A partir de determinado momento, o orgulho de não crer, de não ser crente, aquela empáfia antropocêntrica e iluminista de acreditar que a razão resolve tudo (o que significa, em grande medida, como já disse aqui, ter Fé na razão, o que é um paradoxo), começaram a se transformar num certo desagrado em não crer. A coisa começou com a percepção de que havia mais coisas ao meu redor do que eu podia compreender. Ou, ao menos, de que podia haver mais coisas, sim, além da minha capacidade de perceber. O mundo, este ou o outro, se é que outro mundo existe mesmo, tem grandes chances de ser uma coisa maior e mais complexa do que o meu poder cognitivo tem condições de abarcar. Não é em todo momento que eu penso, ou pensava, assim. Mas o número de momentos em que esta dúvida se instalou começou a crescer.
Depois veio o desejo de experimentar uma revelação. De sofrer uma epifania. Passei, de algum modo, a me sentir embotado, insensível, uma porta, sem um pingo de capacidade de ver ou sentir o Além desde aquela minha posição materialista. E a partir daquela minha velha e boa incapacidade de crer. Será que é preciso crer, ter Fé, para captar de alguma forma o outro plano, se ele existir de fato? Se for assim, se for preciso crer para ver, de novo vem o meu cérebro cartesiano dizer que há autossugestão na parada. O fantástico, para qualquer cético, seria ver sem crer. Aí sim. Prova definitiva. Mas a Fé, se dependesse de provas, teria que trocar de nome, né?
Abri como pude as portas da minha percepção ao registro daquilo que eu jamais pude enxergar ou comprovar. E percebi que, ocasionalmente, tenho medos do sobrenatural capazes de quebrar qualquer certeza na ausência das presenças que nesses momentos parecem se fazer sentir. Os números no visor do despertador que se repetem (retrato esse fenômeno no meu romance Homem Sem Nome), adivinhar a chegada ou o telefonema de alguém com segundos de antecedência. Algumas sensações amedrontadoras de presenças na casa vazia. Mudanças repentinas de humor que alguns diriam ser a troca de guarda entre os espíritos que nos rodeiam, atraídos pelas nossas energias - que alguns deles tentariam influenciar. Ambientes que jogam você para cima ou que lhe afundam no primeiro segundo em que você entra neles.
Medos límbicos, ancestrais, plenamente compreensíveis, próprios da evolução da espécie.

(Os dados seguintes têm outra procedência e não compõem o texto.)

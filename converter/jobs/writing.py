"""How a fair curve is written: the form, its limits, the decimals; and what the controller will see of it."""

from dataclasses import dataclass
from typing import Literal

import numpy as np

from geometry.arcs import ArcChain, full_circle
from geometry.arrays import FloatArray
from geometry.bspline import Spline
from geometry.errors import GeometryError
from geometry.polyline import Polyline

__all__ = [
    "Counts",
    "Form",
    "Writing",
    "Written",
    "beyond_radii",
    "counts_of",
    "economised",
    "least_of",
    "rounded",
    "rounding_of",
    "sharper_turns",
]

Form = Literal["spline", "arcs", "lines"]
Written = Spline | ArcChain | Polyline


@dataclass(frozen=True, slots=True)
class Writing:
    """How to write a curve; lengths in drawing units.

    Attributes:
        form: SPLINE, lines and arcs, or vertices.
        on_curve: lines only: whether vertices must lie on the curve; otherwise they lie about it, fewer of them.
        max_step: lines only: longest segment; None for no limit.
        max_turn: lines only: largest turn at a vertex that is no corner, radians; None for no limit.
        least_radius, most_radius: arcs only: radii that arcs keep where the chord error allows it; None for no limit.
        decimals: places that coordinates are rounded to; None writes them in full.
    """

    form: Form = "spline"
    on_curve: bool = False
    max_step: float | None = None
    max_turn: float | None = None
    least_radius: float | None = None
    most_radius: float | None = None
    decimals: int | None = None

    @property
    def rounding(self) -> float:
        """How far rounding may move a vertex or a control point, in the plane or in space: half a unit a coordinate."""
        return 0.0 if self.decimals is None else 0.5 * 3.0**0.5 * 10.0**-self.decimals

    @property
    def step(self) -> float | None:
        """Longest segment before rounding, so that none is longer than `max_step` after it."""
        return None if self.max_step is None else self.max_step - 2.0 * self.rounding


@dataclass(frozen=True, slots=True)
class Counts:
    """What the controller will see of a curve; counts that do not apply are 0.

    Attributes:
        entities: the number to keep low: control points of a spline, arcs and lines of a chain, vertices of a polyline.
        pieces: polynomial spans, arcs and lines, or sides.
        control_points, arcs, lines, vertices: of the entity written.
    """

    entities: int
    pieces: int
    control_points: int = 0
    arcs: int = 0
    lines: int = 0
    vertices: int = 0


def economised(
    spline: Spline, circle: tuple[FloatArray, float] | None, chord_error: float, writing: Writing
) -> Written | None:
    """Return a fair curve in the form to write, with few entities.

    Args:
        spline: the fair curve.
        circle: centre and radius where it is a whole circle.
        chord_error: how far the result may lie from it; 0 returns a spline as it is.
        writing: how to write it.

    Returns:
        None where the form cannot be had within the chord error.
    """
    if chord_error <= 0.0:
        return spline if writing.form == "spline" else None
    try:
        if writing.form == "arcs" and circle is not None:
            chain = full_circle(*circle)
            return chain if spline.area() > 0.0 else chain.reversed()
        if writing.form == "arcs":
            from geometry.economy.arcs import fewest_arcs

            return fewest_arcs(spline, chord_error, least_radius=writing.least_radius, most_radius=writing.most_radius)
        if writing.form == "lines":
            from geometry.economy.lines import fewest_vertices

            return fewest_vertices(spline, chord_error, writing.on_curve, writing.step, writing.max_turn)
        from geometry.economy.knots import fewest_knots

        return fewest_knots(spline, chord_error)
    except GeometryError:
        return None


def rounded(curve: Written, circle: bool, decimals: int | None) -> Written:
    """Return a curve with the coordinates of its vertices or control points rounded; bulges and knots stay in full.

    Equal points are rounded alike, so corners stay corners and closed curves stay closed. Of a circle centre and
    radius are rounded; neighbouring vertices that fall on one another become one.

    Args:
        curve: in the coordinates it is written in.
        circle: whether it is written as a CIRCLE.
        decimals: places; None returns the curve as it is.
    """
    if decimals is None:
        return curve
    if isinstance(curve, Spline):
        control = np.round(curve.control, decimals)
        return Spline(curve.knots, control, curve.degree, curve.closed, curve.smooth_seam)
    if isinstance(curve, ArcChain) and circle:
        radius = 0.5 * float(np.linalg.norm(curve.points[1] - curve.points[0]))
        chain = full_circle(np.round(curve.points.mean(axis=0), decimals), round(radius, decimals))
        return chain if curve.bulges[0] > 0.0 else chain.reversed()
    points = np.round(curve.points, decimals)
    after = np.roll(points, -1, axis=0)
    apart = (points != after).any(axis=1)
    if not curve.closed:
        apart[-1] = True
    if isinstance(curve, ArcChain):
        return ArcChain(points[apart], curve.bulges[apart[: len(curve.bulges)]], curve.closed)
    return Polyline(points[apart], curve.closed)


def rounding_of(curve: Written, decimals: int | None) -> float:
    """Return a bound on how far `rounded` moves any point of a curve.

    Each coordinate of a vertex or control point moves by half a unit u at most, so the point by u sqrt(d) in d
    dimensions. Points of a side or of a spline are averages of those and move no farther. A point P of an arc from A to
    B is A + (B - A) w with a complex w that the bulge b fixes, so it moves by at most |w| + |1 - w| times that, which
    is (PA + PB) / AB. By the law of sines that sum is largest where both are equal, at the top of the arc, b AB / 2
    over the chord: sqrt(1 + b^2). A whole circle moves by u sqrt(2) with its centre and by u with its radius. Where
    vertices become one the same holds, for then A and B are the same point.
    """
    if decimals is None:
        return 0.0
    unit = 0.5 * 10.0**-decimals
    if not isinstance(curve, ArcChain):
        return float(unit * curve.dimension**0.5)
    bend = float(np.abs(curve.bulges).max(initial=0.0))
    return unit * max(1.0 + 2.0**0.5, float(np.sqrt(2.0 * (1.0 + bend * bend))))


def sharper_turns(before: Written, after: Written, max_turn: float | None) -> int:
    """Count how many more vertices turn by more than a limit after rounding than before.

    Args:
        before, after: as found and as written; only polylines have vertices that turn.
        max_turn: radians; None counts nothing.
    """
    if max_turn is None or not isinstance(before, Polyline) or not isinstance(after, Polyline):
        return 0
    sharp = [int((np.abs(_turns(path)) > max_turn * (1.0 + 1e-6)).sum()) for path in (before, after)]
    return max(0, sharp[1] - sharp[0])


def _turns(path: Polyline) -> FloatArray:
    """Return the angle between the sides that meet at each vertex, 0 to pi, the ends of an open path left out."""
    points = path.path()
    edges = np.diff(np.vstack([points, points[1:2]]) if path.closed else points, axis=0)
    edges /= np.linalg.norm(edges, axis=1)[:, None]
    halves = np.linalg.norm(np.diff(edges, axis=0), axis=1)
    return 2.0 * np.arcsin(np.clip(0.5 * halves, 0.0, 1.0))


def counts_of(curve: Written, circle: bool = False) -> Counts:
    """Count what the controller will see.

    Args:
        curve: as written.
        circle: whether it is written as a CIRCLE.
    """
    if isinstance(curve, Spline):
        return Counts(len(curve.control), len(curve.spans), control_points=len(curve.control))
    if isinstance(curve, ArcChain):
        if circle:
            return Counts(1, 1, arcs=1)
        arcs, pieces = int(np.count_nonzero(curve.bulges)), len(curve.bulges)
        return Counts(pieces, pieces, arcs=arcs, lines=pieces - arcs, vertices=len(curve.points))
    vertices = len(curve.points)
    sides = vertices - (0 if curve.closed else 1)
    return Counts(vertices, sides, lines=sides, vertices=vertices)


def least_of(
    spline: Spline, circle: tuple[FloatArray, float] | None, chord_error: float, writing: Writing
) -> float | None:
    """Return the theoretical least number of entities for a fair curve, a chord error and a form.

    By the asymptotic formulas of `geometry.economy.least`; for splines that is a yardstick and no bound. None for
    splines in space, and where limits on steps and turns ask for more than the chord error does.
    """
    if chord_error <= 0.0:
        return None
    if writing.form == "arcs" and circle is not None:
        return 1.0
    from geometry.economy.least import least_arcs, least_control_points, least_vertices

    if writing.form == "spline":
        return least_control_points(spline, chord_error, spline.degree) if spline.dimension == 2 else None
    if writing.form == "arcs":
        return least_arcs(spline, chord_error)
    if writing.max_step is not None or writing.max_turn is not None:
        return None
    return least_vertices(spline, chord_error, writing.on_curve)


def beyond_radii(curve: Written, writing: Writing) -> list[tuple[float, FloatArray]]:
    """Return radius and middle of the chord of every arc that passes a limit on radii, the worst first."""
    if not isinstance(curve, ArcChain) or (writing.least_radius is None and writing.most_radius is None):
        return []
    from geometry.economy.arc_radii import outside_radii

    beyond = outside_radii(curve, writing.least_radius, writing.most_radius)
    radii = 1.0 / np.abs(curve.curvatures()[beyond])
    path = curve.path()
    excess = np.maximum((writing.least_radius or 0.0) / radii, radii / (writing.most_radius or np.inf))
    order = np.argsort(-excess, kind="stable")
    return [(float(radii[k]), 0.5 * (path[beyond[k]] + path[beyond[k] + 1])) for k in order.tolist()]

Meras coincidências. Autossugestão repleta de superstições. Ou não. Ou então nada disso. E aquela noite em que eu não consegui dormir sozinho na casa do meu avô, no dia em que ele morreu, e que tanto me aborreceu pela falta de controle que eu tive sobre aquela sensação, e pelo fato de que a sensação não era boa numa casa que afinal sempre foi minha, talvez seja um evento para lá de concreto, ainda que não possa (ainda) ser medido e reproduzido em laboratório.